# Alternate - Bestellhistorie



## deady1000 (30. Januar 2018)

Hallo, 
weiß jemand ob man irgendwie die Bestellhistorie (älter als 6 Monate etc) von alten Bestellungen bei ALTERNATE einsehen kann?
Meine ganzen Hardwarekäufe werden nicht angezeigt und blöderweise fehlen mir ein zwei Rechnungen, die ich gern nochmal sehen würde...

Nichts weltbewegendes, aber vielleicht hat ja jemand schon mal das gleiche Problem gehabt.
Danke.

MfG


----------



## -Shorty- (30. Januar 2018)

Einfach deine Bestellungen anschauen, ich kann da locker bis 2013 Einkäufe nachvollziehen. 
Einfach genauer im eigenen Account, (Bestellhistorie / meine Bestellungen) schauen.


----------



## deady1000 (30. Januar 2018)

Nein. Unter "Bestellungen & Rücksendungen | Meine Bestellungen" werden nur 3 Bestellungen angezeigt.

Ich sehe beispielsweise in meinen Emails ne Bestellung vom 13.09.16 "Western Digital WD30EFRX 3 TB" und die taucht in meinem Kundenkonto nicht auf.
Die ist einfach gelöscht.
Alles ab November ist nicht mehr einsehbar. Wie kannst du ältere Bestellungen ansehen? Gibts da ein Archiv oder so?

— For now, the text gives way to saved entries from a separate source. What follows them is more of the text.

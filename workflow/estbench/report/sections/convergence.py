"""Section 4, convergence in n: error against n on log-log axes, fitted rates, sampling
distributions of the error, root-n scaled errors and exceedance shares.

Histograms and quantiles are aggregated in SQL over the estimates (``report.data``), for
the settings drawn in full only. In the compact layout (many DGM settings) the fitted
exponents of every setting are drawn across the settings of each DGM."""

from __future__ import annotations

import math

import numpy as np

from estbench.report import across
from estbench.report import data as report_data
from estbench.report import figures
from estbench.report.figure_queue import FigureQueue
from estbench.report.model import Family, ReportModel, Sweep, spread_sample_sizes
from estbench.report.sections.base import SectionInputs
from estbench.report.stats import PowerLawFit, power_law_fit

#: The entry of the page's table of contents.
TITLE = "Convergence in n"
#: The name the template gives this section's content.
KEY = "convergence"

#: Histogram bins between the 0.5% and 99.5% quantiles of the errors (widened by 5%),
#: the quantiles taken over about QUANTILE_SAMPLE replicates per scenario x estimator.
BINS = 40
ERROR_QUANTILES = (0.005, 0.995)
QUANTILE_SAMPLE = 20_000
#: Sample sizes drawn in the sampling-distribution figures.
HISTOGRAM_PANELS = 6


#: The measures whose rate in n is fitted.
RATE_MEASURES = (("empirical_se", "empirical SE"), ("rmse", "RMSE"))


def _fits(model: ReportModel, family: Family, est: str) -> dict[str, PowerLawFit | None]:
    """The power-law fit of each of RATE_MEASURES along the family's n."""
    fits = {}
    for measure, _ in RATE_MEASURES:
        d = model.series(family, measure, [est]).get(est)
        fits[measure] = d and power_law_fit(d["n"], d["value"], d["mcse"])
    return fits


def _rate_rows(model: ReportModel, family: Family) -> list[dict]:
    rows = []
    for est in model.estimator_names():
        fits = _fits(model, family, est)
        if any(fits.values()):
            rows.append({"estimator": est, **fits})
    return rows


def _exponents_figure(model: ReportModel, queue: FigureQueue, sweep: Sweep, target: str) -> dict | None:
    """The fitted exponents b of every setting of *sweep*, across the settings."""
    names = model.estimator_names(target)
    fits = {(f.slug, est): _fits(model, f, est) for f in sweep.families for est in names}
    panels = []
    for measure, name in RATE_MEASURES:
        series = {}
        for est in names:
            d = {"x": [], "value": [], "mcse": []}
            for x, f in zip(sweep.x, sweep.families):
                fit = fits[(f.slug, est)][measure]
                if fit:
                    d["x"].append(x)
                    d["value"].append(fit.exponent)
                    d["mcse"].append(fit.se)
            if d["x"]:
                series[est] = d
        if series:
            panels.append({"title": f"{name}: exponent b", "series": series, "hline": -0.5})
    if not panels:
        return None
    title = across.title_of(model, sweep, target)
    return queue.add(
        figures.across_settings_svg,
        f"The exponent b of empirical SE ∝ n^b and RMSE ∝ n^b fitted at each of the "
        f"{len(sweep.families)} settings of {sweep.dgm} (x axis: {sweep.label}) over n = "
        f"{', '.join(map(str, sweep.sample_sizes))}, with a shaded band of ±2 standard errors of b. The "
        "dashed line is the usual root-n rate, b = −0.5; an RMSE exponent above the SE's is a bias that shrinks "
        "more slowly than the SE.",
        f"Rates in n, {title}",
        f"Fitted exponents of n for empirical SE and RMSE against {sweep.label} for {sweep.dgm}.",
        panels=panels, styles=model.styles, columns=len(panels), title=title, xlabel=sweep.label,
        log_x=sweep.log, band_label="±2 SE of b")


def _keys(model: ReportModel) -> list[dict]:
    """Every scenario x estimator with a true value, in the settings drawn in full: the
    rows the estimate queries join to."""
    out = []
    for scen in (s for f in model.shown for s in f.scenarios):
        for est in model.estimator_names():
            truth = model.truth(scen["scenario"], model.target_of(est))
            if truth is not None and math.isfinite(truth["value"]):
                out.append({"scenario": scen["scenario"], "estimator": est, "target": model.target_of(est),
                            "truth": truth["value"]})
    return out


def _columns(rows: list[dict], names) -> dict:
    return {k: [r[k] for r in rows] for k in names}


def _bins(quantile: dict) -> tuple[float, float]:
    """Left edge and width of BINS bins over the quantile range widened by 5% each side."""
    lo, hi = quantile["lo"], quantile["hi"]
    span = hi - lo
    if not span > 0:                       # all errors (nearly) equal
        span = max(abs(lo), 1.0) * 0.02
        lo -= span / 2
    return lo - 0.05 * span, 1.1 * span / BINS


def _histograms(model: ReportModel, con, tolerances: dict) -> dict:
    """Histogram counts and exceedances per scenario x estimator, from one SQL pass.

    Returns ``{"edges": {(scenario, target): array}, "counts": {(scenario,
    estimator): array of BINS + 2}, "beyond": {(scenario, estimator): count}}``;
    *tolerances* maps (scenario, target) to the tolerance (or None).
    """
    keys = _keys(model)
    if not keys:
        return {"edges": {}, "counts": {}, "beyond": {}}
    every = max(1, int(model.study["replicates_run"]) // QUANTILE_SAMPLE)
    quantiles = report_data.error_quantiles(con, _columns(keys, ("scenario", "estimator", "target", "truth")),
                                            *ERROR_QUANTILES, every)
    grid = {(q["scenario"], q["target"]): _bins(q) for q in quantiles if q["lo"] is not None}
    rows = []
    for k in keys:
        if (k["scenario"], k["target"]) in grid:
            lo, width = grid[(k["scenario"], k["target"])]
            tol = tolerances.get((k["scenario"], k["target"]))
            rows.append({**k, "lo": lo, "width": width, "bins": BINS,
                         "tolerance": math.nan if tol is None else tol})
    counts, beyond = {}, {}
    names = ("scenario", "estimator", "truth", "lo", "width", "bins", "tolerance")
    for r in report_data.error_histograms(con, _columns(rows, names)):
        key = (r["scenario"], r["estimator"])
        counts.setdefault(key, np.zeros(BINS + 2))[r["bin"] + 1] = r["k"]
        beyond[key] = beyond.get(key, 0) + r["beyond"]
    edges = {key: lo + width * np.arange(BINS + 1) for key, (lo, width) in grid.items()}
    return {"edges": edges, "counts": counts, "beyond": beyond}


def _density(hist: dict, scenario: str, estimator: str, target: str):
    k = hist["counts"].get((scenario, estimator))
    e = hist["edges"].get((scenario, target))
    if k is None or e is None:
        return None
    total = k.sum()
    return {"edges": e, "density": k[1:-1] / (total * (e[1] - e[0])), "outside": (k[0] + k[-1]) / total}


def _tolerance(model: ReportModel, family: Family, target: str) -> tuple[float | None, str]:
    """The tolerance for *target* and where it comes from."""
    option = model.options.get("tolerance")
    if isinstance(option, (int, float)):
        return float(option), "set in the study file"
    if isinstance(option, dict) and target in option:
        return float(option[target]), "set in the study file"
    names = model.estimator_names(target)
    pick = model.reference if model.reference in names else names[0]
    smallest = family.scenarios[0]
    value = model.value(smallest["scenario"], pick, "empirical_se")
    if value is None or not value > 0:
        return None, ""
    return value, f"default: the empirical SE of {pick} at n = {smallest['n']}"


def convergence(model: ReportModel, con, queue: FigureQueue) -> dict:
    tolerances = {(f.slug, t): _tolerance(model, f, t) for f in model.shown for t in model.targets()}
    hist = _histograms(model, con, {(s["scenario"], t): tolerances[(f.slug, t)][0]
                                    for f in model.shown for s in f.scenarios for t in model.targets()})
    summary = [figure for sweep in model.sweeps if len(sweep.sample_sizes) > 1 for t in model.targets()
               if (figure := _exponents_figure(model, queue, sweep, t)) is not None]
    sections = []
    for f in model.shown:
        sec = {"title": f.title, "slug": f.slug, "curves": None, "rates": [], "figures": [],
               "several_n": len(f.scenarios) > 1}
        if sec["several_n"]:
            series = {m: model.series(f, m) for m in ("bias", "empirical_se", "rmse")}
            anchor = model.reference or model.estimator_names()[0]
            sec["curves"] = queue.add(
                figures.convergence_svg,
                "Absolute bias, empirical SE and RMSE against the sample size on log–log axes, with "
                "±1 MCSE bars. A line parallel to the dashed guide falls at the usual n^(−1/2) "
                "rate; a hollow marker is a bias within 2 MCSE of zero, i.e. not distinguishable from "
                "none. RMSE that levels off while the SE keeps falling is bias that does not vanish.",
                f"Convergence in n for {f.title}",
                f"Log-log plots of absolute bias, empirical SE and RMSE against n for {f.title}, "
                "one line per estimator.",
                series=series, styles=model.styles, title=f.title, anchor=anchor)
            sec["rates"] = _rate_rows(model, f)
        for target in model.targets():
            sec["figures"] += _distribution_figures(model, f, target, hist, queue)
            tol, source = tolerances[(f.slug, target)]
            ex = _exceedance_series(model, f, target, hist)
            if tol is not None and ex:
                sec["figures"].append(queue.add(
                    figures.exceedance_svg,
                    f"Share of replicates whose estimate misses the true {target} by more than "
                    f"t = {tol:.3g} ({source}), against n, with ±1 MCSE bars √(P(1−P)/replicates). "
                    "For a consistent estimator it falls to zero; the lower line reaches a given "
                    "accuracy with fewer observations.",
                    f"Probability of missing by more than the tolerance, {f.title}",
                    f"Probability that the error exceeds {tol:.3g} against n for {f.title}.",
                    panels=[{"target": target, "tolerance": tol, "series": ex}], styles=model.styles,
                    title=f.title))
        sections.append(sec)
    return {"across": summary, "settings": sections}


def _exceedance_series(model: ReportModel, family: Family, target: str, hist: dict) -> dict:
    """P(|θ̂ − θ| > tolerance) with its binomial MCSE along n, per estimator of *target*."""
    out = {}
    for est in model.estimator_names(target):
        d = {"n": [], "value": [], "mcse": []}
        for s in family.scenarios:
            total = hist["counts"].get((s["scenario"], est))
            if total is None or not total.sum():
                continue
            share = hist["beyond"][(s["scenario"], est)] / total.sum()
            d["n"].append(s["n"])
            d["value"].append(share)
            d["mcse"].append(math.sqrt(share * (1 - share) / total.sum()))
        if d["n"]:
            out[est] = d
    return out


def _distribution_figures(model, family, target, hist, queue: FigureQueue) -> list[dict]:
    names = model.estimator_names(target)
    sizes = spread_sample_sizes(family.sample_sizes, HISTOGRAM_PANELS)
    by_n = {s["n"]: s for s in family.scenarios}
    panels, worst_outside = [], 0.0
    for n in sizes:
        dens = {}
        for est in names:
            d = _density(hist, by_n[n]["scenario"], est, target)
            if d is not None:
                dens[est] = d
                worst_outside = max(worst_outside, d["outside"])
        if dens:
            panels.append({"n": n, "edges": next(iter(dens.values()))["edges"],
                           "density": {e: d["density"] for e, d in dens.items()}, "parts": dens})
    if not panels:
        return []
    suffix = f" — {target}" if len(model.targets()) > 1 else ""
    shown = ", ".join(str(p["n"]) for p in panels)
    out = [queue.add(
        figures.error_histograms_svg,
        f"Sampling distribution of the error (estimate − true {target}) at each n, from {BINS} bins "
        f"spanning the 0.5%–99.5% range of all estimators' errors (at most {worst_outside:.1%} of any "
        "estimator's replicates fall outside the drawn range). Look for centring on zero (bias), spread, "
        "skewness and heavy tails, and how they change with n.",
        f"Sampling distributions of the error, {family.title}",
        f"Histograms of the estimation error at n = {shown} for {family.title}.",
        panels=panels, styles=model.styles, title=family.title + suffix, target=target)]
    scaled = []
    n_max = panels[-1]["n"]
    for est in names:
        curves = [{"n": p["n"], "edges": p["parts"][est]["edges"] * math.sqrt(p["n"]),
                   "density": p["parts"][est]["density"] / math.sqrt(p["n"])}
                  for p in panels if est in p["parts"]]
        if not curves:
            continue
        empirical_se = model.value(by_n[n_max]["scenario"], est, "empirical_se")
        t = model.truth(by_n[n_max]["scenario"], target)
        crb = t["crb"] if t and t["crb"] is not None and math.isfinite(t["crb"]) else None
        scaled.append({"estimator": est, "curves": curves,
                       "sd": empirical_se * math.sqrt(n_max) if empirical_se else None,
                       "crb_sd": math.sqrt(crb * n_max) if crb else None})
    if len(panels) > 1 and scaled:
        out.append(queue.add(
            figures.scaled_errors_svg,
            f"The error scaled by √n at each n (lighter lines: smaller n). For an estimator with a "
            f"normal limit the curves settle on one shape: the grey normal curve has the SD of "
            f"√n·(estimate − true {target}) at the largest n (n = {n_max}); the dotted one, where "
            "the Cramér–Rao bound is known, is the narrowest any unbiased estimator can reach. "
            "Curves that drift sideways carry a bias that shrinks more slowly than 1/√n.",
            f"Root-n scaled errors, {family.title}",
            f"Densities of root-n scaled errors at n = {shown} for {family.title}, one panel per "
            "estimator, with the normal curve they approach.",
            panels=scaled, styles=model.styles, title=family.title + suffix, target=target))
    return out


# ------------------------------------------------------------------ intervals


def build(inputs: SectionInputs) -> dict:
    return convergence(inputs.model, inputs.con, inputs.queue)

Bin schon locker 10 Jahre Kunde bei Alternate...

EDIT:
Problem offenbar gefunden.
Ich hatte damals mit gleicher Email-Adresse eine andere Kundennummer.
Frage jetzt den Support was da geschehen ist. Ich erinnere mich jedenfalls nicht mein Konto gelöscht zu haben.


----------